WHAT NEEDS TO BE DONE.
Each line of the records containing "commands" is to be copied out and returned.

· · · · ·

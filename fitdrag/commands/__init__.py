"""One module per CLI command.

Each module defines ``register(subparsers) -> ArgumentParser`` (adds its sub-parser, with an
example in its epilog) and ``run(args) -> int`` (exit code).  Modules are discovered
automatically; shared option groups live in :mod:`fitdrag.commands._options`.
"""
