def _outline(camera: Camera, u, v, frames, fps, diameter, sigma, kind="across_motion"):
    """The tracker's diameters as widths across the motion, with their uncertainty (as
    measured when ``kind`` is ``"depth"``: a tracker that fitted the outline the camera
    gives a sphere, :mod:`fitdrag.video.sphere_outline`, needs no conversion).

    The tracker's model is a circular disc blurred along the motion
    (:mod:`fitdrag.video.ball_fit`); the outline of a sphere off the optical axis is an
    ellipse, and the circle's diameter fitted to it is not the ellipse's width across the
    motion ``w`` (what :class:`CameraView` states and the fit predicts).  Writing it
    ``d = w (1 + lambda (r - 1))`` with ``r = (a + b) / w`` (``a``, ``b`` the semi-axes of the
    outline in the recorded image, :func:`outline_axes_ratio`), lambda was measured on
    rendered perspective footage (65 mm ball of 15-19 px, up to 23 deg off the axis, with
    and without lens distortion; frames where ``r - 1 > 0.01``): median 1.20 without motion
    blur, 0.98 with 1 px of blur, 0.78 with 2 px, 0.46 with 4.5 px.  The width is taken at
    the middle of :data:`TRACKER_DIAMETER_LAMBDA`, and half the interval's span in ``w`` enters
    the diameter's uncertainty as a rectangular distribution, divided by ``sqrt(3)`` (JCGM
    100:2008 4.3.7), added in quadrature to the tracker's own; on the optical axis
    (``r = 1``) nothing changes.  The error left is the same for neighbouring frames, so the
    fit's per-frame weighting understates it: the budget should carry it.
    """
    d, s = _measured(diameter, sigma)
    if d is None or kind == "depth":
        return d, s
    bare = CameraView(camera=camera, frames=frames, fps=fps, u=u, v=v)
    excess = outline_axes_ratio(camera, bare.pixels, bare.motion_directions()) - 1.0
    lo, hi = TRACKER_DIAMETER_LAMBDA
    width = d / (1.0 + 0.5 * (lo + hi) * excess)
    half = 0.5 * np.abs(d / (1.0 + lo * excess) - d / (1.0 + hi * excess))
    if s is not None:
        s = np.sqrt(s**2 + (half / math.sqrt(3.0)) ** 2)
    return width, s


def _sigma(sigma: Any) -> np.ndarray | None:
    """The centroid sigmas, or None (estimated by the fit) unless all finite and > 0."""
    if sigma is None:
        return None
    s = np.asarray(sigma, dtype=float)
    return s if s.size and bool(np.all(np.isfinite(s) & (s > 0))) else None
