_SCHEMA = (
    """
CREATE TABLE IF NOT EXISTS certificates (
    number TEXT PRIMARY KEY,
    prefix TEXT NOT NULL,
    year INTEGER NOT NULL,
    seq INTEGER NOT NULL,
    issued_at TEXT NOT NULL,
    replaces TEXT UNIQUE REFERENCES certificates(number),
    job_path TEXT,
    job_text TEXT,
    input_hashes TEXT NOT NULL,
    result_json TEXT NOT NULL,
    outputs TEXT NOT NULL,
    customer TEXT,
    specimen_id TEXT,
    drag_coefficient REAL,
    expanded_uncertainty REAL,
    coverage_factor REAL,
    decision TEXT,
    software_version TEXT,
    UNIQUE (prefix, year, seq)
)""",
    """
CREATE TRIGGER IF NOT EXISTS certificates_never_updated BEFORE UPDATE ON certificates
BEGIN
    SELECT RAISE(ABORT, 'certificate records are never changed; issue a replacement instead');
END""",
    """
CREATE TRIGGER IF NOT EXISTS certificates_never_deleted BEFORE DELETE ON certificates
BEGIN
    SELECT RAISE(ABORT, 'certificate records are never deleted; issue a replacement instead');
END""",
)

_NUMBER_RE = re.compile(r"^([A-Z][A-Z0-9]{0,7})-(\d{4})-(\d{6})$")
_PREFIX_RE = re.compile(r"^[A-Z][A-Z0-9]{0,7}$")

CSV_COLUMNS = (
    "number",
    "issued_at",
    "replaces",
    "replaced_by",
    "customer",
    "specimen_id",
    "drag_coefficient",
    "expanded_uncertainty",
    "coverage_factor",
    "decision",
    "software_version",
    "job_path",
    "input_hashes",
    "outputs",
)


def format_number(prefix: str, year: int, seq: int) -> str:
    """Certificate number ``PREFIX-YYYY-NNNNNN``."""
    check_prefix(prefix)
    if not 1 <= int(seq) <= 999_999:
        raise InputError(f"seq: certificate sequence {seq!r} is outside 1..999999.")
    return f"{prefix}-{int(year):04d}-{int(seq):06d}"


def parse_number(number: str) -> tuple[str, int, int]:
    """Split a certificate number into (prefix, year, seq)."""
    m = _NUMBER_RE.match(str(number).strip())
    if not m:
        raise InputError(
            f"certificate number: {number!r} is not of the form PREFIX-YYYY-NNNNNN "
            f"(e.g. FD-2026-000123)."
        )
    return m.group(1), int(m.group(2)), int(m.group(3))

· · · · ·

ANSWER TO THE PROBLEM.
filename fitdrag/commands/__init__.py
automatically; shared option groups live in :mod:`fitdrag.commands._options`.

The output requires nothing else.